Was zunächst tastend begann, wurde zu einer tiefgehenden Spurensuche: eine Bestandsaufnahme der von der Natur überlagerten Zeitgeschichte. Ruinen, kaum noch erkennbare Fundamente, Zäune und Wege zeichnen sich wie topographische Narben im Dickicht ab. Die Natur hat sich das Terrain zurückerobert - und doch ist nichts vergessen. Alles ist noch da, wenn auch zerfallen, überwuchert, und teilweise überdeckt.

Christian Rothes fotografische Annäherung ist behutsam und zugleich schonungslos. Seine Bilddramaturgie baut sich zurückhaltend auf: Wir treten ein in eine Landschaft, die zunächst nur Wald zu sein scheint - bis sich erste Spuren der Geschichte zeigen. Mit jedem Bild wird der Blick geschärft, die Erkenntnis nimmt schleichend aber unaufhaltsam zu.

Das Fotobuch bringt die Schwarz-Weiß-Fotografien in einen kostbaren Dialog mit dem Gedicht Der gefesselte Wald von José Fosty sowie mit literarischen Passagen aus den Werken weiterer ehemals in Buchenwald Inhaftierter - Bruno Apitz, Imre Kertész und Jorge Semprún.

Doch dieses Buch spricht auch durch seine Gestaltung:

Allein durch seine Form arbeitet es mit Metaphern: Das hohe, schmale Format verweist auf die Bäume des Ettersbergs. Der Buchumschlag ist vollständig mit einer Gaze überzogen - ein feiner Stoff, der wie ein Schleier oder Vorhang wirkt. Vielleicht ein Schleier des Vergessens. Und doch kann er nicht vollständig verdecken, was war. Genau darin liegt seine Aussagekraft.

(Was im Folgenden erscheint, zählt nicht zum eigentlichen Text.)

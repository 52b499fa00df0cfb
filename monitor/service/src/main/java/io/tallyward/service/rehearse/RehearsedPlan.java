package io.tallyward.service.rehearse;

import io.tallyward.engine.decide.PlanDesign;
import io.tallyward.engine.plan.AllocationEpoch;
import io.tallyward.engine.plan.CountRule;
import io.tallyward.engine.plan.LookSchedule;
import io.tallyward.engine.plan.Plan;
import io.tallyward.engine.plan.Run;
import io.tallyward.engine.plan.Variant;
import java.math.BigInteger;
import java.time.Duration;
import java.util.Map;
import java.util.OptionalLong;

/**
 * A plan made ready for rehearsal. Decisions look at the ends of windows only, so windows between which nothing is planned
 * to happen are merged into steps: as wide as divides a day, the run and its minimum, the interval of looks and the starts
 * of epochs. Where looks wait for information instead of time, a step is short enough for {@value #LEAST_STEPS} of them.
 *
 * <p>What merging changes: the split check, the silence of variants and a look that has to wait for more data are
 * considered at the ends of steps only.
 *
 * @param plan the plan with the step as its window
 * @param original the plan as it was written
 * @param steps number of steps of the run
 * @param arrivals units that arrive in the whole run, all variants together
 */
record RehearsedPlan(Plan plan, Plan original, int steps, long arrivals) {

    private static final int LEAST_STEPS = 200;

    /** More steps than this would take a second for a single run. */
    private static final long MOST_STEPS = 1_000_000;

    /** Cumulative counts up to here are doubles. */
    private static final long MOST_ARRIVALS = 1L << 50;

    /**
     * Makes a plan ready.
     *
     * @param designs the design of every challenger, by name
     * @param perDay units exposed per day, all variants; without it as many as reach the planned trials at the end of the
     *     run
     * @throws IllegalArgumentException if the run would have too many steps or arrivals
     */
    static RehearsedPlan of(Plan plan, Map<String, PlanDesign> designs, OptionalLong perDay) {
        long length = plan.run().atMost().toMillis();
        long window = plan.count().window().toMillis();
        long atLeast = roundedUp(plan.run().atLeast().toMillis(), window);
        long step = stepMillis(plan, window, atLeast);
        long steps = length / step;
        if (steps > MOST_STEPS) {
            throw new IllegalArgumentException("count.window: the run falls into " + steps
                    + " stretches to be considered one by one (expected: at most " + MOST_STEPS + ")");
        }
        double arrivals = perDay.isPresent()
                ? perDay.getAsLong() * (length / (double) Duration.ofDays(1).toMillis())
                : plannedArrivals(plan, designs);
        if (!(arrivals >= 1 && arrivals <= MOST_ARRIVALS)) {
            throw new IllegalArgumentException("units exposed in the run: " + arrivals + " (expected: from 1 to 2^50)");
        }
        return new RehearsedPlan(withStep(plan, step, atLeast), plan, (int) steps, (long) StrictMath.rint(arrivals));
    }

    private static long stepMillis(Plan plan, long window, long atLeast) {
        long from = plan.run().from().toEpochMilli();
        long common = gcd(Duration.ofDays(1).toMillis(), plan.run().atMost().toMillis());
        common = gcd(common, atLeast);
        for (AllocationEpoch epoch : plan.epochs()) {
            common = gcd(common, epoch.from().toEpochMilli() - from);
        }
        if (plan.looks() instanceof LookSchedule.Every every) {
            return gcd(common, every.interval().toMillis());
        }
        return shortEnough(common, window, plan.run().atMost().toMillis());
    }

    /** The widest step of whole windows that divides {@code common} and leaves enough of them; one window if none does. */
    private static long shortEnough(long common, long window, long length) {
        long windows = common / window;
        for (long parts = 1; parts <= windows; parts++) {
            if (windows % parts == 0 && length / (common / parts) >= LEAST_STEPS) {
                return common / parts;
            }
        }
        return window;
    }

    /** A minimum that ends within a window is over at that window's end. */
    private static long roundedUp(long millis, long window) {
        return (millis + window - 1) / window * window;
    }

    private static long gcd(long a, long b) {
        return BigInteger.valueOf(a).gcd(BigInteger.valueOf(b)).longValueExact();
    }

    private static double plannedArrivals(Plan plan, Map<String, PlanDesign> designs) {
        double[] shares = plan.sharesIn(plan.epochs().size());
        double most = 0;
        for (Variant challenger : plan.challengers()) {
            for (Map.Entry<String, Long> trials :
                    designs.get(challenger.name()).trials().entrySet()) {
                most = Math.max(most, trials.getValue() / shares[plan.variantIndex(trials.getKey())]);
            }
        }
        return StrictMath.ceil(most);
    }

    private static Plan withStep(Plan plan, long step, long atLeast) {
        CountRule count = plan.count();
        Run run = plan.run();
        return new Plan(
                plan.experiment(),
                plan.question(),
                plan.owner(),
                new CountRule(count.by(), count.attribution(), count.grace(), Duration.ofMillis(step)),
                plan.variants(),
                plan.test(),
                plan.looks(),
                plan.futility(),
                plan.splitCheck(),
                plan.trust(),
                new Run(run.from(), Duration.ofMillis(atLeast), run.atMost()),
                plan.epochs());
    }

    /** Length of a step. */
    Duration step() {
        return plan.count().window();
    }

    /** Start of a step, from 0 for the first; of the one after the last, the end of the run. */
    long startMillis(int step) {
        return plan.run().from().toEpochMilli() + step * step().toMillis();
    }

    /** Units that arrive before a step starts, all variants: evenly spread over the run, rounded down. */
    long arrivalsBefore(int step) {
        long whole = arrivals / steps;
        long rest = arrivals % steps;
        return whole * step + rest * step / steps;
    }
}
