/**
 * What a plan does when it is carried out a thousand times: simulated counts go through the real deciding rules, and the
 * records these emit are read as an owner would read them. How often a boundary is crossed, how long that takes and how far
 * off the estimates are follows from nothing but the plan, the true rates and a seed. Pure but for the threads, which share
 * the work and cannot be seen in the result.
 */
package io.tallyward.service.rehearse;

Nimmt man das Buch in die Hand, teilt sich unmittelbar mit: Hier wurde mit großer Sorgfalt gearbeitet - in jeder Hinsicht. So präzise, wie der Fotograf sein Thema interpretiert und festhält, so sorgfältig ist auch die Umsetzung ins Material. Der Druck ist herausragend, das gewählte Papier weich, offen und haptisch ansprechend. Sogar der silbrige Faden, mit dem das Buch gebunden ist, harmoniert mit den Schwarz-Weiß- und Grautönen der Fotografien. Nichts ist Zufall. Alles ist Aussage.

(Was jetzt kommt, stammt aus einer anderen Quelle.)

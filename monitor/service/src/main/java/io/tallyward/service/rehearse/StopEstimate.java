package io.tallyward.service.rehearse;

import io.tallyward.engine.record.DecisionRecord.Comparison;
import io.tallyward.statistics.boundary.Look;
import io.tallyward.statistics.distribution.Normal;
import io.tallyward.statistics.inference.EffectScale;
import io.tallyward.statistics.inference.StagewiseInference;
import java.util.ArrayList;
import java.util.List;

/**
 * What the last look of a run says about the difference of rates, against the truth, which a rehearsal knows.
 *
 * <p>Naive is what ignores that there were looks before: the observed difference, and that difference with the usual
 * quantile of its standard error to each side. Adjusted are the median-unbiased estimate and the interval of the stage-wise
 * ordering (see {@link StagewiseInference}); the interval is not solved for, as whether it holds the truth can be read from
 * the probability of an end as extreme as this one under the truth.
 *
 * @param naive observed difference, variant minus control
 * @param adjusted median-unbiased estimate of the difference
 * @param naiveCovers whether the naive interval holds the truth
 * @param repeatedCovers whether the repeated confidence interval of the last look does
 * @param stagewiseCovers whether the interval of the stage-wise ordering does
 */
record StopEstimate(
        double naive, double adjusted, boolean naiveCovers, boolean repeatedCovers, boolean stagewiseCovers) {

    /**
     * Estimates at the last look.
     *
     * @param looks the looks of one challenger, in order; at least one
     * @param truth the true difference of rates
     * @param level of the intervals, in (0, 1)
     */
    static StopEstimate of(List<Comparison> looks, double truth, double level) {
        Comparison last = looks.get(looks.size() - 1);
        double reach = Normal.upperQuantile(0.5 * (1 - level)) / StrictMath.sqrt(last.information());
        StagewiseInference inference = StagewiseInference.of(path(looks), last.z());
        EffectScale scale = new EffectScale(last.information() / last.informationFraction());
        double extreme = inference.pUpper(scale.drift(truth));
        return new StopEstimate(
                last.difference(),
                scale.riskDifference(inference.medianUnbiasedDrift()),
                StrictMath.abs(last.difference() - truth) <= reach,
                orElse(last.differenceLower(), Double.NEGATIVE_INFINITY) <= truth
                        && truth <= orElse(last.differenceUpper(), Double.POSITIVE_INFINITY),
                StrictMath.abs(extreme - 0.5) <= 0.5 * level);
    }

    /** A last look that repeats the one before, as the data had not grown, takes its place. */
    private static List<Look> path(List<Comparison> looks) {
        List<Look> path = new ArrayList<>(looks.size());
        for (Comparison look : looks) {
            int last = path.size() - 1;
            if (last >= 0 && path.get(last).information() >= look.informationFraction()) {
                path.remove(last);
            }
            path.add(new Look(
                    path.size() + 1,
                    look.informationFraction(),
                    0.5 * look.alphaSpent(),
                    0.5 * look.alphaSpent(),
                    orElse(look.upper(), Double.POSITIVE_INFINITY),
                    orElse(look.lower(), Double.NEGATIVE_INFINITY)));
        }
        return path;
    }

    private static double orElse(Double bound, double none) {
        return bound == null ? none : bound;
    }
}
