package io.tallyward.connector.embedded;

import static org.junit.jupiter.api.Assertions.assertEquals;
import static org.junit.jupiter.api.Assertions.assertTrue;

import java.io.ByteArrayInputStream;
import java.io.ByteArrayOutputStream;
import java.io.InputStream;
import java.io.PrintStream;
import java.net.InetAddress;
import java.net.ServerSocket;
import java.nio.charset.StandardCharsets;
import java.nio.file.Path;
import org.junit.jupiter.api.Test;
import org.junit.jupiter.api.io.TempDir;

class EmbeddedBrokerMainIT {

    @TempDir
    Path directory;

    private final ByteArrayOutputStream out = new ByteArrayOutputStream();
    private final ByteArrayOutputStream err = new ByteArrayOutputStream();

    @Test
    void announcesItselfAndStopsWhenItsInputEnds() throws Exception {
        int port;
        try (ServerSocket free = new ServerSocket(0, 1, InetAddress.getByName("127.0.0.1"))) {
            port = free.getLocalPort();
        }
        assertEquals(0, run(new ByteArrayInputStream(new byte[0]), directory.toString(), Integer.toString(port)));
        assertEquals(
                "broker ready at 127.0.0.1:" + port,
                out.toString(StandardCharsets.UTF_8).strip());
    }

    @Test
    void refusesArgumentsItDoesNotKnow() {
        assertEquals(2, run(InputStream.nullInputStream(), "only-a-directory"));
        assertTrue(err.toString(StandardCharsets.UTF_8).startsWith("usage: "));
    }

    private int run(InputStream in, String... arguments) {
        return EmbeddedBrokerMain.run(
                arguments,
                in,
                new PrintStream(out, true, StandardCharsets.UTF_8),
                new PrintStream(err, true, StandardCharsets.UTF_8));
    }
}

Nicht zuletzt dadurch erklärt sich wohl, dass nicht nur wir uns hier entschlossen, Buchenwald auszuzeichnen, sondern dass beinahe zeitgleich auch die Jury der Stiftung Buchkunst sich dazu entschloss. Es berührt mich zutiefst, dass ein solch wichtiges Thema auf so überzeugende Weise und so subtil umgesetzt wurde.

Christian Rothes Buch ist mehr als eine Sammlung von Fotografien. Es ist ein stiller, eindringlicher Appell. Es fordert uns auf, genau hinzusehen. Es erinnert uns daran, dass Geschichte nicht vergeht, nur weil die Natur sie überwächst. Erinnerung braucht Worte - und Bilder und Bücher wie dieses hier.